[[ GIVEN RECORDS, beginning ]]

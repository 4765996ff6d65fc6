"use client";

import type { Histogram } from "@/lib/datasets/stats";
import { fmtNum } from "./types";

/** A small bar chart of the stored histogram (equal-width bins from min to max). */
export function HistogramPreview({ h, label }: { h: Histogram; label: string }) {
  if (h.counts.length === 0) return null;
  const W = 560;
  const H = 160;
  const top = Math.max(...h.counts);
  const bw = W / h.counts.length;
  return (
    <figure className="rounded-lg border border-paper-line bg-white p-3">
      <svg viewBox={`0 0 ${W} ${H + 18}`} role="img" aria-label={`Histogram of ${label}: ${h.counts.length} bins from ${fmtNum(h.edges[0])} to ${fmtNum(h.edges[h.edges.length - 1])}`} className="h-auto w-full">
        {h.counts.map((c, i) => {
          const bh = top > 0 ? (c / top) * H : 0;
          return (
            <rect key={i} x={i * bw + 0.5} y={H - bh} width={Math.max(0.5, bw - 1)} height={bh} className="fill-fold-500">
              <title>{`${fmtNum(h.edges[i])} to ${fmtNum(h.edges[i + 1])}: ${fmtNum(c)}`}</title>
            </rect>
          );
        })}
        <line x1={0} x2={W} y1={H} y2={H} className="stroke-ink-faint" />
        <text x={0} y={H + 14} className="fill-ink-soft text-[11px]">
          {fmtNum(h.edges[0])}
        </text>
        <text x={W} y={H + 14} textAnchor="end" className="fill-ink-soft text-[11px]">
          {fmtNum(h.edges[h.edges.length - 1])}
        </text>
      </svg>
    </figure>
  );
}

[[ GIVEN RECORDS, end ]]

:: DIRECTIONS FOR THIS TASK ::
Pull out each line of the records holding the string "const".

:: WRITTEN RESPONSE ::
  const W = 560;
  const H = 160;
  const top = Math.max(...h.counts);
  const bw = W / h.counts.length;
          const bh = top > 0 ? (c / top) * H : 0;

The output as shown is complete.